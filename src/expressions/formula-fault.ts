import type { ProblemCode, Span } from '../diagnostics/problem.js';

/** Carries the first fault of a formula out of its reading; `parseFormula` alone catches it. */
export class FormulaFault extends Error {
  readonly code: ProblemCode;
  readonly span: Span;
  readonly found: string;
  readonly expected: string;
  readonly mend: string | undefined;
  constructor(code: ProblemCode, span: Span, found: string, expected: string, mend?: string) {
    super(found);
    this.code = code;
    // Often a token: only its place goes out.
    this.span = { start: span.start, end: span.end };
    this.found = found;
    this.expected = expected;
    this.mend = mend;
  }
}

- - - -

- **WHAT TO DO**:
Only the lines from the one that contains "catches it. */" to the end of the data should be output, exactly as they appear.

- **EXPECTED OUTPUT**:
/** Carries the first fault of a formula out of its reading; `parseFormula` alone catches it. */
export class FormulaFault extends Error {
  readonly code: ProblemCode;
  readonly span: Span;
  readonly found: string;
  readonly expected: string;
  readonly mend: string | undefined;
  constructor(code: ProblemCode, span: Span, found: string, expected: string, mend?: string) {
    super(found);
    this.code = code;
    // Often a token: only its place goes out.
    this.span = { start: span.start, end: span.end };
    this.found = found;
    this.expected = expected;
    this.mend = mend;
  }
}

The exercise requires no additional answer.